# Lake Snowden or Burr Oak?



## hunt for bass (Oct 5, 2004)

Has anyone been fishing either of these lakes lately? Trying to decide for the weekend, the bass should be just about ready to spawn.
Thanks


----------



## RiverWader (Apr 1, 2006)

Everyone whos been coming in the bait shop says Snowden is on FIRE right now With nice catches of Bass and Crappie and a few Saugeye in there too.


----------



## bjs11 (Apr 18, 2007)

I went to Snowden yesterday and didn't get so much as a bite. I fished the shore along the trail towards the dam on the southern end of the lake. I threw everything in my tackle box out there with no luck. Where and how have people had success on the lake?


----------



## RiverWader (Apr 1, 2006)

I know they were in a boat , and were using Bass minnows to Catch the Crappie and Shiners to Catch the Bass. The Saugeyes were caught around the Beach area on Chart. grub and jig head.


----------



## WhiteNitro (May 2, 2006)

I fish Snowden a good bit...mainly because it is quiet and I like the layout. Fishing....I am as likely to catch none as I am too limit. It is usually one or the other and rarely anything in between. When I do catch fish...I catch them everywhere. Now mind you, by everywhere I mean everywhere that fits the season and water conditions I find them in. If they are on flats....I find em on all the flats. If they are deep off points, I find em on every point with similar depth. The maddening thing??? When they quit in one of those spots...I do not find them on any of the other similar spots. What do they have...lil fish cell phones? (OK...guys...shifts over...stop feeding) Rarely catch more than a limit.


----------



## hunt for bass (Oct 5, 2004)

Snowden sounds great, no one fishes burr oak? I have never fished their. any suggestions. Thanks


----------



## oucat (Aug 18, 2005)

I was also wondering about burr oak. I am going up there in the morning and am looking for a general area to fish.
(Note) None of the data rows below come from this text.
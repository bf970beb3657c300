/**
 * Checking a password for sign-in, the one way in (the sign-in form and accepting an
 * invitation with an existing account's password both come here), with the back-off of
 * throttle.ts, the unlock mail, and the upgrade of old password hashes.
 */
import { LIMITS } from '../../shared/api.js';
import type { Mailer } from '../mail/mailer.js';
import { unlockMail } from '../mail/templates.js';
import { HttpError } from '../middleware/http-error.js';
import { User } from '../models/index.js';
import { DUMMY_HASH, checkPassword, hashPassword, needsRehash } from './password.js';
import { SignInThrottle, clientKey, normaliseEmail, waitSeconds, type ThrottleLimits } from './throttle.js';
import { newToken } from './tokens.js';

export const WRONG_CREDENTIALS = 'The e-mail address or the password is wrong. Check both and try again.';

/** "3 minutes", "1 minute", "20 seconds". */
export function waitWords(seconds: number): string {
  if (seconds >= 90) {
    const m = Math.ceil(seconds / 60);
    return `${m} minutes`;
  }
  const s = Math.max(1, Math.ceil(seconds));
  return s === 1 ? '1 second' : `${s} seconds`;
}

export const tooManyAttempts = (seconds: number) =>
  new HttpError(429, 'rate_limited', `Too many sign-in attempts from here. Wait ${waitWords(seconds)} and try again.`, { retryAfter: seconds });

const locked = (seconds: number) =>
  new HttpError(
    401,
    'account_locked',
    `This account is locked after ${LIMITS.failedSignInsBeforeLock} failed sign-ins in a row. We sent an unlock link to its e-mail address. ` +
      `You can also sign in from a device you used before, or try again in ${waitWords(seconds)}.`,
    { retryAfter: seconds },
  );

export class SignInService {
  readonly throttle: SignInThrottle;

  constructor(
    private readonly mailer: Mailer,
    private readonly publicUrl: () => string,
    limits: ThrottleLimits,
  ) {
    this.throttle = new SignInThrottle(User.sequelize!, limits);
  }

  /**
   * The account for an address and password, or an HttpError: 401 (wrong, locked for this
   * client address, disabled) or 429 (back-off; `retryAfter` seconds in the error's extra).
   */
  async authenticate(emailInput: string, password: string, ip: string | undefined): Promise<User> {
    const email = normaliseEmail(emailInput);
    const address = clientKey(ip);
    const user = await User.findOne({ where: { email } });
    const familiar = user ? await this.throttle.isFamiliar(user.id, address) : false;
    const reservation = await this.throttle.reserve(email, address, familiar);
    if (!reservation.ok) throw reservation.reason === 'throttled' ? tooManyAttempts(reservation.retryAfter) : locked(reservation.retryAfter);
    const ok = await checkPassword(password, user?.passwordHash ?? DUMMY_HASH);
    if (!user || !ok) {
      const lockAt = this.throttle.limits.accountFree;
      if (user && reservation.accountFailures === lockAt) await this.lock(user);
      if (reservation.accountFailures >= lockAt && !familiar) throw locked(waitSeconds('account', reservation.accountFailures, lockAt));
      throw new HttpError(401, 'bad_credentials', WRONG_CREDENTIALS);
    }
    const counterEnded = await this.throttle.succeeded(email, address);
    if (user.disabled) throw new HttpError(401, 'account_disabled', 'This account is disabled. Ask the site admin to enable it.');
    await this.throttle.remember(user.id, address);
    const changes: Partial<{ lockedAt: Date | null; failedSignIns: number; passwordHash: string }> = {};
    if (user.lockedAt && counterEnded) changes.lockedAt = null;
    if (user.failedSignIns) changes.failedSignIns = 0;
    // An old-format hash is replaced now that the password is known (no 72-byte cut from here on).
    if (needsRehash(user.passwordHash)) changes.passwordHash = await hashPassword(password);
    if (Object.keys(changes).length) await user.update(changes);
    return user;
  }

  /** A new account or one that just proved its mailbox: its client address counts as known. */
  async remember(user: User, ip: string | undefined): Promise<void> {
    await this.throttle.remember(user.id, clientKey(ip));
  }

  /** The failure that reaches the limit marks the account and mails an unlock link. */
  private async lock(user: User): Promise<void> {
    const { token, hash } = newToken();
    await User.sequelize!.transaction(async (transaction) => {
      await User.update({ lockedAt: new Date() }, { where: { id: user.id }, transaction });
      await User.sequelize!.query(`INSERT INTO account_unlocks (user_id, token_hash, expires_at) VALUES ($1, $2, now() + interval '7 days')`, {
        bind: [user.id, hash],
        transaction,
      });
      await this.mailer.send(
        unlockMail({ to: user.email, link: `${this.publicUrl()}/unlock/${token}`, failures: LIMITS.failedSignInsBeforeLock }),
        { transaction },
      );
    });
  }
}
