import { STATEMENT_KEYWORDS, STATEMENTS, type StatementKeyword } from '@shared/language';

/**
 * The lines each statement's example needs before it (the names it uses). The example line
 * itself is STATEMENTS[keyword].example from shared/language.ts, never copied here.
 */
const PRELUDE: Record<StatementKeyword, string[]> = {
  param: [],
  integral: ['param k : positive'],
  expect: ['param k : positive', 'integral Z = exp(-k*x^2/2) d(x)'],
  let: ['param k : positive', 'integral Z = exp(-k*x^2/2) d(x)'],
  rotate: ['param k : positive', 'integral Z = exp(-i*k*x^2/2) d(x)'],
  continue: ['param lam : real', 'integral Z = exp(-(1 + lam)*x^2/2) d(x)'],
  compare: ['param k : positive', 'integral Z = exp(-k*x^2/2) d(x)', 'integral ZL = exp(-k*y^2/2) d(y)'],
  verify: ['param k : positive', 'integral Z = exp(-k*x^2/2) d(x)'],
  limit: ['param k : positive', 'integral Z = exp(-k*x^2/2) d(x)'],
  moment: ['param k : positive', 'integral Z = exp(-k*x^2/2) d(x)'],
  derivative: ['param beta : positive', 'integral Z = exp(-beta*x^2/2) d(x)'],
  product: ['param a : positive'],
  determinant: ['param w, L : positive'],
  sliced: ['param w, L : positive', 'param N : positive integer'],
  sum: ['param a : positive', 'param b : real'],
  note: [],
};

export interface WorkedExample {
  keyword: StatementKeyword;
  form: string;
  help: string;
  example: string;
  /** The whole worksheet that is evaluated: the prelude, then the example on the last line. */
  source: string;
  /** The example's line in that worksheet. */
  line: number;
}

/** One worked example per statement keyword, in the language's own order. */
export const WORKED_EXAMPLES: WorkedExample[] = STATEMENT_KEYWORDS.map((keyword) => {
  const { form, help, example } = STATEMENTS[keyword];
  const lines = [...PRELUDE[keyword], example];
  return { keyword, form, help, example, source: `${lines.join('\n')}\n`, line: lines.length };
});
Ive never been there and didnt know how limited decent shore access is.


----------



## riverKing (Jan 26, 2007)

you probably need a boat for either lake, snowden is clearer but it has some very nice fish, however burr oak has some hogs as well. burr oak is either on or off from what i hear. i do know that a couple weeks ago there was a 7lb fish weighed in and it took 18+lbs to win that tourny. thats unheard of for ohio, but the next tourny a few days later was won with barely 4lbs, these were both before it cooled down. seems when its hot its hot though. i think there is a better shot at pigs in snowden, as well as getting skunked


----------



## WhiteNitro (May 2, 2006)

RiverKing, I have had the same experience you have at Snowden. If I catch fish they are few but nice. It takes patience and sometimes hours to find them. ....and....I am not ashamed to admit that there have been too many times when I blanked after 10 to 12 hours fishing. Fishers of Bass in Ohio have to be a little bit excessive compulsive..uh...I mean passionate about their fishing...yes..passionate..that is it.


----------



## WarEagle (Jul 9, 2005)

If I were down in that area, I'd take an extra couple minutes and go to Lake Hope. If you are boatless, you can rent a boat there. And the fishing is better than Burr Oak or Lake Snowden. 


WAR


----------